Hi! as a fresh snowboarder you should read this Snowboard Beginners.
hope it helps


----------



## Wiredsport

Hi,

Please post up your weight and your barefoot measurements. 
Please measure your feet using this method:



Kick your heel (barefoot please, no socks) back against a wall. Mark the floor exactly at the tip of your toe (the one that sticks out furthest - which toe this is will vary by rider). Measure from the mark on the floor to the wall. That is your foot length and is the only measurement that you will want to use. Measure in centimeters if possible, but if not, take inches and multiply by 2.54 (example: an 11.25 inch foot x 2.54 = 28.57 centimeters). For width please place the inside (medial side) of your foot against a wall. Please then measure from the wall out to the widest point on the lateral (outside) of your foot.

STOKED!


----------



## Jimmywiz

Jed said:


> *One last tip for choosing a snowboard*
> 
> Just remember that choosing a snowboard is a lot of personal preference. There is no set rule on what you must have.
> 
> To name a notable exception: Torstein Horgmo. He's one of the top freestyle snowboarders in the world. Instead of a longer snowboard, he prefers a short snowboard for hitting big jumps because he says it makes it easier for him to land.
> 
> All these tips are meant as guidelines, but you should feel free to experiment a little. As you become more experienced, you'll begin to realize what works best for you.
> 
> Oh and always test the snowboard out in person if possible. It's by far the best way to actually know how a board performs.


----------



## Jimmywiz

Hi everyone, I’m an intermediate snowboarder having picked it up reasonably ok whilst on holiday. Atm I’m ok going down steeper red runs, doing smaller jumps and I enjoy carving. I want to start doing bigger jumps/ more spinning / trying new tricks but this will mainly be done on the Mountain with the odd ride through the park. I’m looking now to buy my first board and wondering what to get. I’ve tried the burton process pure pop camber and the arbor Shiloh camber at my local indoor slope, i enjoyed both but I’ve been advised to get Salomon assassin by someone and capita doa by someone else.

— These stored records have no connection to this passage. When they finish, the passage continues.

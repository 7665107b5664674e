import { josephUpdateInPlace, multiplySparseVector } from '../covariance/covariance-kernels';

/**
 * One scalar Kalman update of P (n x n, row-major) in Joseph form
 * (docs/planar-model.md §6) with sparse h and variance r: the gain goes into
 * `gain`, `u` (length n) is workspace. Returns the innovation variance
 * hᵀPh + r, or 0 (P unchanged) when it is not positive and finite.
 */
export function scalarJosephUpdate(
  p: Float64Array, n: number, hIdx: Int32Array, hVal: Float64Array, r: number, u: Float64Array, gain: Float64Array,
): number {
  const hph = multiplySparseVector(p, 0, n, hIdx, hVal, u);
  const s = hph + r;
  if (!(s > 0) || !Number.isFinite(s)) return 0;
  for (let i = 0; i < n; i++) gain[i] = u[i] / s;
  josephUpdateInPlace(p, 0, n, gain, u, hph, r);
  return s;
}
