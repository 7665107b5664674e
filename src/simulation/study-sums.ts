import type { RunSink, StudyShape } from './monte-carlo-model';

/**
 * Running sums of a set of runs, per step: for each quantity Σe, Σe² and the
 * Σ of the filter's variance; for each NEES group Σ NEES and Σ dof. Memory is
 * steps × fields, whatever the number of runs.
 */
export interface StudySums {
  runs: number;
  /** Row-major steps × fields. */
  data: Float64Array;
}

/** Where each sum lives in a step's row of {@link StudySums.data}. */
export interface SumLayout {
  steps: number;
  quantities: number;
  groups: number;
  /** Doubles per step: 3 per quantity, 2 per NEES group. */
  fields: number;
}

/** The layout of a model's sums. */
export function sumLayout(model: StudyShape): SumLayout {
  const quantities = model.quantities.length, groups = model.neesGroups.length;
  return { steps: model.stepTimesS.length, quantities, groups, fields: 3 * quantities + 2 * groups };
}

/** Offsets within a step's row: quantity q at 3q (Σe, Σe², Σvar), NEES group g at 3Q + 2g (Σ NEES, Σ dof). */
export const quantityField = (q: number) => 3 * q;
export const groupField = (layout: SumLayout, g: number) => 3 * layout.quantities + 2 * g;

/** Empty sums for a layout. */
export function emptySums(layout: SumLayout): StudySums {
  return { runs: 0, data: new Float64Array(layout.steps * layout.fields) };
}

/** A sink that adds one run's values into `sums`, step by step (call `sums.runs++` after the run). */
export function summingSink(layout: SumLayout, sums: StudySums): RunSink {
  const { fields, quantities, groups } = layout;
  return {
    step(k, errors, variances, nees, neesDof) {
      const d = sums.data, o = k * fields;
      for (let q = 0; q < quantities; q++) {
        const e = errors[q];
        d[o + 3 * q] += e;
        d[o + 3 * q + 1] += e * e;
        d[o + 3 * q + 2] += variances[q];
      }
      const g0 = o + 3 * quantities;
      for (let g = 0; g < groups; g++) {
        d[g0 + 2 * g] += nees[g];
        d[g0 + 2 * g + 1] += neesDof[g];
      }
    },
  };
}

/** left += right, element by element (the only way two sets of sums are combined). */
export function addSums(left: StudySums, right: StudySums): StudySums {
  const out = { runs: left.runs + right.runs, data: left.data.slice() };
  for (let i = 0; i < out.data.length; i++) out.data[i] += right.data[i];
  return out;
}
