import type { ModelSource } from './error-model';

/** What storage needs to know of a source: its P0 entries, and whether it owns any Q or R. */
export type StoredSource = Pick<ModelSource, 'initialVariance'> & { noise: readonly unknown[]; measurementNoise: readonly unknown[] };

/** The states and sources a run stores (the planar ErrorModel is one). */
export interface StoredModel {
  states: { length: number };
  sources: readonly StoredSource[];
}

/**
 * Where each source's covariance lives during a run: a dense n x n matrix
 * (sources with process or measurement noise), or a few rank-one factors ψ
 * with P_s = Σ ψ ψᵀ (sources that own initial variance only).
 */
export interface SourceStorage {
  /** Per source: dense matrix slot (1-based after the total) or -1. */
  denseSlot: Int32Array;
  /** Per source: first vector index and how many vectors (0 for dense sources). */
  firstVector: Int32Array;
  vectorCount: Int32Array;
  /** Dense slots in use, the total included. */
  denseCount: number;
  vectors: number;
  /** For each dense slot after the total, the source it holds. */
  denseSources: number[];
}

/** Decides the storage of every source; `contributions: false` keeps the total only. */
export function planSourceStorage(model: StoredModel, contributions: boolean): SourceStorage {
  const S = model.sources.length;
  const plan: SourceStorage = {
    denseSlot: new Int32Array(S).fill(-1), firstVector: new Int32Array(S), vectorCount: new Int32Array(S),
    denseCount: 1, vectors: 0, denseSources: [],
  };
  if (!contributions) return plan;
  model.sources.forEach((src, s) => {
    const initialOnly = src.noise.length === 0 && src.measurementNoise.length === 0;
    if (initialOnly) {
      plan.firstVector[s] = plan.vectors;
      plan.vectorCount[s] = src.initialVariance.length;
      plan.vectors += src.initialVariance.length;
    } else {
      plan.denseSlot[s] = plan.denseCount++;
      plan.denseSources.push(s);
    }
  });
  return plan;
}

/** Fills the dense matrices and vectors with each source's P0 (and the total with all of them). */
export function initialiseStorage(model: StoredModel, plan: SourceStorage, mats: Float64Array, vecs: Float64Array, contributions: boolean): void {
  const n = model.states.length, nn = n * n;
  model.sources.forEach((src, s) => {
    src.initialVariance.forEach(({ state, varianceSI }, j) => {
      mats[state * n + state] += varianceSI;
      if (!contributions) return;
      if (plan.denseSlot[s] >= 0) mats[plan.denseSlot[s] * nn + state * n + state] += varianceSI;
      else vecs[(plan.firstVector[s] + j) * n + state] = Math.sqrt(varianceSI);
    });
  });
}

/** P_s[i][j] of a source at the current time. */
export function sourceEntry(plan: SourceStorage, mats: Float64Array, vecs: Float64Array, n: number, s: number, i: number, j: number): number {
  const slot = plan.denseSlot[s];
  if (slot >= 0) return mats[slot * n * n + i * n + j];
  let sum = 0;
  const first = plan.firstVector[s];
  for (let c = first; c < first + plan.vectorCount[s]; c++) sum += vecs[c * n + i] * vecs[c * n + j];
  return sum;
}

/** A source's full P_s, row-major. */
export function sourceMatrix(plan: SourceStorage, mats: Float64Array, vecs: Float64Array, n: number, s: number): Float64Array {
  const p = new Float64Array(n * n);
  for (let i = 0; i < n; i++) for (let j = 0; j < n; j++) p[i * n + j] = sourceEntry(plan, mats, vecs, n, s, i, j);
  return p;
}
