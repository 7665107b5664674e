/**
 * The dimensions the engine asks for by name, each with its SI unit text and
 * the units a unit picker offers for it.
 *
 * Some names share nothing but a dimension with other quantities: a gyro rate
 * noise density (deg/s/√Hz) is an angle random walk, and an accelerometer
 * noise density (µg/√Hz) is a velocity random walk, so both are offered there.
 */
import { dimension, sameDimension, type Dimension } from './dimension';
import { readUnit } from './parse-unit';

/** Every dimension name, in the order a picker lists them. */
export const DIMENSION_NAMES = [
  'angle',
  'angular-rate',
  'angle-random-walk',
  'rate-random-walk',
  'angular-acceleration',
  'length',
  'speed',
  'velocity-random-walk',
  'acceleration',
  'acceleration-random-walk',
  'length-random-walk',
  'ratio',
  'time',
  'frequency',
] as const;

/** A dimension the engine asks for by name. */
export type DimensionName = (typeof DIMENSION_NAMES)[number];

/** What the engine and the UI know about one named dimension. */
export interface NamedDimension {
  /** Words for messages and labels ("angular rate"). */
  readonly label: string;
  /** The SI unit text that engine values of this dimension are in. */
  readonly si: string;
  /** Units offered by a unit picker, most usual first; the first three serve as examples in messages. */
  readonly picker: readonly string[];
  /** Exponents of m, rad and s, doubled. */
  readonly dimension: Dimension;
}

/** The named dimensions. Every `si` and `picker` text parses to the entry's dimension (tested). */
export const DIMENSIONS: Readonly<Record<DimensionName, NamedDimension>> = {
  'angle': { label: 'angle', si: 'rad', picker: ['deg', 'rad', 'mrad', 'arcmin', 'arcsec', 'µrad'], dimension: dimension(0, 1, 0) },
  'angular-rate': { label: 'angular rate', si: 'rad/s', picker: ['deg/h', 'deg/s', 'rad/s', 'mrad/s', 'dps', 'mdeg/s'], dimension: dimension(0, 1, -1) },
  'angle-random-walk': {
    label: 'angle random walk',
    si: 'rad/√s',
    picker: ['deg/√h', 'deg/s/√Hz', 'rad/√s', 'deg/h/√Hz', 'rad/s/√Hz', 'mrad/√s', 'mdps/√Hz'],
    dimension: dimension(0, 1, -0.5),
  },
  'rate-random-walk': {
    label: 'rate random walk',
    si: 'rad/s/√s',
    picker: ['deg/h/√h', 'deg/s/√h', 'rad/s/√s', 'deg/s/√s'],
    dimension: dimension(0, 1, -1.5),
  },
  'angular-acceleration': { label: 'angular acceleration', si: 'rad/s²', picker: ['deg/h²', 'deg/s²', 'rad/s²'], dimension: dimension(0, 1, -2) },
  'length': { label: 'length', si: 'm', picker: ['m', 'km', 'nmi', 'cm', 'mm'], dimension: dimension(1, 0, 0) },
  'speed': { label: 'speed', si: 'm/s', picker: ['m/s', 'km/h', 'kn', 'cm/s', 'mm/s'], dimension: dimension(1, 0, -1) },
  'velocity-random-walk': {
    label: 'velocity random walk',
    si: 'm/s/√s',
    picker: ['m/s/√h', 'µg/√Hz', 'm/s/√s', 'mg/√Hz', 'm/s²/√Hz'],
    dimension: dimension(1, 0, -1.5),
  },
  'acceleration': { label: 'acceleration', si: 'm/s²', picker: ['mg', 'µg', 'm/s²', 'g'], dimension: dimension(1, 0, -2) },
  'acceleration-random-walk': {
    label: 'accelerometer bias random walk',
    si: 'm/s²/√s',
    picker: ['µg/√h', 'mg/√h', 'm/s²/√s', 'µg/√s'],
    dimension: dimension(1, 0, -2.5),
  },
  'length-random-walk': { label: 'speed noise density', si: 'm/√s', picker: ['m/s/√Hz', 'm/√h', 'm/√s', 'cm/s/√Hz'], dimension: dimension(1, 0, -0.5) },
  'ratio': { label: 'ratio', si: '1', picker: ['ppm', '%', '1', 'ppb'], dimension: dimension(0, 0, 0) },
  'time': { label: 'time', si: 's', picker: ['s', 'min', 'h', 'ms'], dimension: dimension(0, 0, 1) },
  'frequency': { label: 'frequency', si: 'Hz', picker: ['Hz', 'kHz'], dimension: dimension(0, 0, -1) },
};

/** True when `name` is a known dimension name (for checking documents). Throws nothing. */
export function isDimensionName(name: unknown): name is DimensionName {
  return typeof name === 'string' && (DIMENSION_NAMES as readonly string[]).includes(name);
}

/** The name of a unit's dimension, or undefined when it has no name here (m·rad). Throws nothing. */
export function dimensionOf(unit: { readonly dimension: Dimension }): DimensionName | undefined {
  return DIMENSION_NAMES.find((name) => sameDimension(DIMENSIONS[name].dimension, unit.dimension));
}

/**
 * The named dimension of a unit text ('deg/√h' -> 'angle-random-walk'), or
 * undefined when the text is not a string, unknown, malformed, or of a
 * dimension without a name here. For choosing a row's form by its unit.
 * Throws nothing.
 */
export function unitDimension(unit: string): DimensionName | undefined {
  if (typeof unit !== 'string') return undefined;
  const reading = readUnit(unit);
  return reading.ok ? dimensionOf(reading.unit) : undefined;
}

/** The label with its article: "an angular rate", "a speed". Throws nothing. */
export function labelWithArticle(name: DimensionName): string {
  const label = DIMENSIONS[name].label;
  return `${/^[aeiou]/.test(label) ? 'an' : 'a'} ${label}`;
}

/**
 * What a message says is expected, e.g. "an angular rate such as deg/h, deg/s, rad/s".
 * Throws nothing.
 */
export function describeExpected(name: DimensionName): string {
  return `${labelWithArticle(name)} such as ${DIMENSIONS[name].picker.slice(0, 3).join(', ')}`;
}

Any ideas ? Also I’m 5,9 and 74kgs I’ve been recommended 155 but heard that 153/152 might be better for jumping around ? 
thanks


----------



## Wiredsport

Jimmywiz said:


> Hi everyone, I’m an intermediate snowboarder having picked it up reasonably ok whilst on holiday. Atm I’m ok going down steeper red runs, doing smaller jumps and I enjoy carving. I want to start doing bigger jumps/ more spinning / trying new tricks but this will mainly be done on the Mountain with the odd ride through the park. I’m looking now to buy my first board and wondering what to get. I’ve tried the burton process pure pop camber and the arbor Shiloh camber at my local indoor slope, i enjoyed both but I’ve been advised to get Salomon assassin by someone and capita doa by someone else. Any ideas ? Also I’m 5,9 and 74kgs I’ve been recommended 155 but heard that 153/152 might be better for jumping around ?
> thanks


Hi Jimmy,

Rider height is not a factor in snowboard sizing and should never be used. Barefoot measurement, however, is critical to getting this right. Please measure your feet using this method:

Kick your heel (barefoot please, no socks) back against a wall. Mark the floor exactly at the tip of your toe (the one that sticks out furthest - which toe this is will vary by rider). Measure from the mark on the floor to the wall. That is your foot length and is the only measurement that you will want to use. Measure in centimeters if possible, but if not, take inches and multiply by 2.54 (example: an 11.25 inch foot x 2.54 = 28.57 centimeters). For width please place the inside (medial side) of your foot against a wall. Please then measure from the wall out to the widest point on the lateral (outside) of your foot.


----------



## Jimmywiz

I


Wiredsport said:


> Hi Jimmy,
> 
> Rider height is not a factor in snowboard sizing and should never be used. Barefoot measurement, however, is critical to getting this right. Please measure your feet using this method:
> 
> Kick your heel (barefoot please, no socks) back against a wall. Mark the floor exactly at the tip of your toe (the one that sticks out furthest - which toe this is will vary by rider). Measure from the mark on the floor to the wall. That is your foot length and is the only measurement that you will want to use. Measure in centimeters if possible, but if not, take inches and multiply by 2.54 (example: an 11.25 inch foot x 2.54 = 28.57 centimeters). For width please place the inside (medial side) of your foot against a wall. Please then measure from the wall out to the widest point on the lateral (outside) of your foot.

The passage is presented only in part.